If the extension of the external system is not possible, we use connectors, which are mostly implemented by us internally. We distinguish two type of errors: recoverable and not recoverable. If the error is not recoverable, for example, the message is corrupted or not valid, we log the error and commit the offset. If the error is recoverable, for example, the database for writing the message is not available then we do not commit the message, suspend consumers for some period of time and after that period try again. In your case it is probably makes sense to have more topics with different behavior (logging errors, rerouting the failed messages to different topics and so on)

Does it make sense to use Apache Kafka for this Scenario?

There are several applications which have to be integrated together and they have to exchange Issues. So one of them will get the issue and then do something and later on change the Status of this Issue. And the other applications which could be involved to this Issue should get the new Information. This continues until the Issue reaches the final Status Closed. The Problem is the Issue have to be mapped, because these applications do not all support the same Data Format.
I'm not sure whether to send the whole Issue always or just the new Status as an Event.
How does Kafka Support Data Transformation?
What if my Issue has an attachment?(>5MB)
Thanks for your advice
Yes it does make sense.
Kafka can do transformations through both the Kafka Streams API, and KSQL which is a streaming SQL engine built on top of Kafka Streams.
Typically Kafka is used for smaller messages; one pattern to consider for larger content is to store it in an object store (e.g. S3, or similar depending on your chosen architecture) and reference a pointer to it in your Kafka message.
I'm not sure whether to send the whole Issue always or just the new Status as an Event.
You can do this either way. If you send the whole Issue and then publish all subsequent updates to the same issue as Kafka messages that contain a common kafka message key (perhaps a unique issue ID number) then you can configure your kafka topic as a compacted topic and the brokers will automatically delete any older copies of the data to save disk space.
If you chose to only send deltas (changes) then you need to be careful to have a retention period that’s long enough so that the initial complete record will never expire while the issue is still open and publishing updates. The default retention period is 7 days.

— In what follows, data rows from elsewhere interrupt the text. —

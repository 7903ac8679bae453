package gen

import (
	"pgregory.net/rapid"
	"qcheck.dev/qcheck/circuit"
)

// Circuit returns a generator of random circuits configured by opts (see
// Options; the zero value is useful). Gates, operands and angles are drawn
// so that a failing circuit shrinks toward fewer ops, lower qubit indices,
// gates listed earlier in the set and special angles (Angle): ops are
// removed one at a time or cut from the end, a motif collapses to a single
// op, and each choice moves toward its first option.
//
// Every drawn circuit passes Validate. If opts are impossible (an unknown
// gate name, a gate wider than the register, MinOps > MaxOps, all weights
// zero), every draw fails the test with an error naming the field at fault.
func Circuit(opts Options) *rapid.Generator[*circuit.Circuit] {
	p, err := opts.resolve()
	if err != nil {
		return failing[*circuit.Circuit](err)
	}
	return rapid.Custom(p.draw)
}

// draw draws one circuit: a sequence of chunks, each a single op or a motif,
// each its own rapid group so that the shrinker can delete it whole.
func (p *plan) draw(t *rapid.T) *circuit.Circuit {
	b := &building{plan: p, c: circuit.New(p.qubits)}
	b.c.Ops = make([]circuit.Op, 0, p.maxOps)
	chunk := rapid.Custom(func(t *rapid.T) bool { return b.chunk(t) })
	b.extra = rapid.Custom(func(t *rapid.T) extraOp { return b.drawExtra(t) })
	for len(b.c.Ops) < p.maxOps && chunk.Draw(t, "chunk") {
	}
	return b.c
}

// building is the state of one draw.
type building struct {
	*plan
	c *circuit.Circuit

	// extra draws one op of a chunk, behind its "go on" mark, as its own
	// rapid group, so that the shrinker can delete any op of a motif.
	extra *rapid.Generator[extraOp]
	// first, pool and pick say what the op being drawn may be: the chunk's
	// first op (drawn whatever its mark says), its qubits (nil: any) and its
	// gates' weights (nil: no more ops in this chunk).
	first bool
	pool  []int
	pick  []int
}

// extraOp is one op of a chunk, or the mark that ends the chunk.
type extraOp struct {
	op     circuit.Op
	choice int
	more   bool
}

// Kinds of chunk, in shrinking order.
const (
	chunkOp      = iota // one op
	chunkSameRun        // ops confined to the qubits of the first
	chunkInverse        // an op, ops elsewhere, the op's inverse
	chunkCommute        // diagonal gates, which all commute
	chunkRepeat         // a block of ops written twice or three times
)

// maxMotif is the most ops a motif draws (before repetition or the closing
// inverse).
const maxMotif = 5

// chunk draws whether to go on and, if so, the next chunk. The stop mark
// comes first so that deleting a chunk's group deletes its mark too, and a
// mark shrunk to 0 cuts the circuit there. Stopping with probability
// 1/(remaining+1) spreads lengths evenly over [MinOps, MaxOps] when every
// chunk is one op.
//
// Every chunk has the same shape whatever its kind: kind, a repeat count,
// then its ops, each drawn as its own group behind a "go on" mark (see
// drawExtra), and a final mark. A plain op reads that final mark and ignores
// it. So shrinking deletes any op of a motif, the first included, and once
// one op is left, lowering the kind to chunkOp keeps every later draw
// aligned: the motif becomes a plain op.
func (b *building) chunk(t *rapid.T) bool {
	n := len(b.c.Ops)
	stop := drawBelow(t, b.maxOps-n+1) == 0
	if stop && n >= b.minOps {
		return false
	}
	kind := drawWeighted(t, b.chunkWeights)
	times := 2 + drawBelow(t, 2)
	b.first, b.pool, b.pick = true, nil, b.weights
	switch kind {
	case chunkInverse:
		if inv := b.invertible(); inv != nil {
			b.pick = inv
		} else {
			kind = chunkOp
		}
	case chunkCommute:
		if diagonal := b.diagonal(); diagonal != nil {
			b.pick = diagonal
		} else {
			kind = chunkOp
		}
	}
	var ops []circuit.Op
	firstChoice := -1
	for len(ops) < maxMotif {
		e := b.extra.Draw(t, "op")
		if !b.first && !e.more {
			break
		}
		ops = append(ops, e.op)
		if b.first {
			b.first, firstChoice = false, e.choice
			b.pool, b.pick = b.extrasFor(kind, e.op)
		}
	}
	switch kind {
	case chunkInverse:
		if i := b.choices[firstChoice].inverse; i >= 0 {
			inv := ops[0].Gate.Inverse()
			if inv.IsCustom() {
				inv = b.choices[i].gate
			}
			ops = append(ops, circuit.Op{Gate: inv, Qubits: append([]int(nil), ops[0].Qubits...)})
		}
	case chunkRepeat:
		block := ops
		for range times - 1 {
			for _, op := range block {
				ops = append(ops, op.Clone())
			}
		}
	}
	b.add(ops...)
	return true
}

// extrasFor returns the qubits and gate weights for the ops of a chunk of the
// given kind after its first op.
func (b *building) extrasFor(kind int, first circuit.Op) (pool, pick []int) {
	switch kind {
	case chunkSameRun:
		return first.Qubits, b.fitting(len(first.Qubits))
	case chunkInverse:
		for q := range b.qubits {
			if !contains(first.Qubits, q) {
				pool = append(pool, q)
			}
		}
		return pool, b.fitting(len(pool))
	case chunkCommute:
		return nil, b.diagonal()
	case chunkRepeat:
		return nil, b.weights
	}
	return nil, nil // a plain op: no more ops
}

// drawExtra draws a "go on" mark (on with probability 3/4; 0 stops) and then
// one op under the current pool and pick, if this is the chunk's first op or
// the mark is on and the chunk takes more.
func (b *building) drawExtra(t *rapid.T) extraOp {
	more := drawBelow(t, 4) != 0
	if !b.first && (!more || b.pick == nil) {
		return extraOp{}
	}
	i := drawWeighted(t, b.pick)
	return extraOp{op: b.op(t, i, b.pool), choice: i, more: more}
}

// invertible returns the weights of the gates whose inverse is in the set,
// or nil if there are none.
func (b *building) invertible() []int {
	w := make([]int, len(b.weights))
	any := false
	for i, ch := range b.choices {
		if ch.inverse >= 0 && ch.weight > 0 {
			w[i] = ch.weight
			any = true
		}
	}
	if !any {
		return nil
	}
	return w
}

// fitting returns the weights of the gates that fit on k qubits, or nil if
// none does.
func (b *building) fitting(k int) []int {
	w := make([]int, len(b.weights))
	any := false
	for i, ch := range b.choices {
		if ch.qubits <= k && ch.weight > 0 {
			w[i] = ch.weight
			any = true
		}
	}
	if !any {
		return nil
	}
	return w
}

// diagonal returns the weights of the diagonal gates, or nil if there are
// none.
func (b *building) diagonal() []int {
	w := make([]int, len(b.weights))
	any := false
	for i, ch := range b.choices {
		if ch.diagonal && ch.weight > 0 {
			w[i] = ch.weight
			any = true
		}
	}
	if !any {
		return nil
	}
	return w
}

// add appends ops while the circuit has room.
func (b *building) add(ops ...circuit.Op) {
	for _, op := range ops {
		if len(b.c.Ops) == b.maxOps {
			return
		}
		b.c.Ops = append(b.c.Ops, op)
	}
}

// op draws the operands and angles of gate i. With on == nil the operands are
// any distinct qubits; otherwise they are distinct qubits taken from on,
// which must hold at least the gate's arity.
func (b *building) op(t *rapid.T, i int, on []int) circuit.Op {
	ch := &b.choices[i]
	g := ch.gate
	if ch.params > 0 {
		g.Params = make([]float64, ch.params)
		for k := range g.Params {
			g.Params[k] = drawAngle(t)
		}
	}
	return circuit.Op{Gate: g, Qubits: drawDistinct(t, ch.qubits, on, b.qubits)}
}

// drawDistinct draws k distinct qubits, from pool if it is not nil and from
// 0..width−1 otherwise. Each is drawn among those not yet taken, in
// increasing order, so that every choice shrinks toward the lowest free one.
func drawDistinct(t *rapid.T, k int, pool []int, width int) []int {
	out := make([]int, 0, k)
	n := width
	if pool != nil {
		n = len(pool)
	}
	for range k {
		r := drawBelow(t, n-len(out))
		// the r-th index not yet taken
		idx := 0
		for ; ; idx++ {
			taken := false
			for _, o := range out {
				if pick(pool, idx) == o {
					taken = true
					break
				}
			}
			if !taken {
				if r == 0 {
					break
				}
				r--
			}
		}
		out = append(out, pick(pool, idx))
	}
	return out
}

// pick returns pool[i], or i when pool is nil.
func pick(pool []int, i int) int {
	if pool == nil {
		return i
	}
	return pool[i]
}

func contains(s []int, x int) bool {
	for _, y := range s {
		if y == x {
			return true
		}
	}
	return false
}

How does Kafka Support Data Transformation?
Yes. In Kafka Connect via Single Message Transforms (SMT), or in Kafka Streams using native Streams code (in Java).
What if my Issue has an attachment?(>5MB)
You can configure kafka for large messages but if they are much larger than 5 or 10 MB then it’s usually better to follow a claim check pattern and store them external to Kafka and just publish a reference link back to the externally stored data so the consumer can retrieve the attachment out of band from Kafka.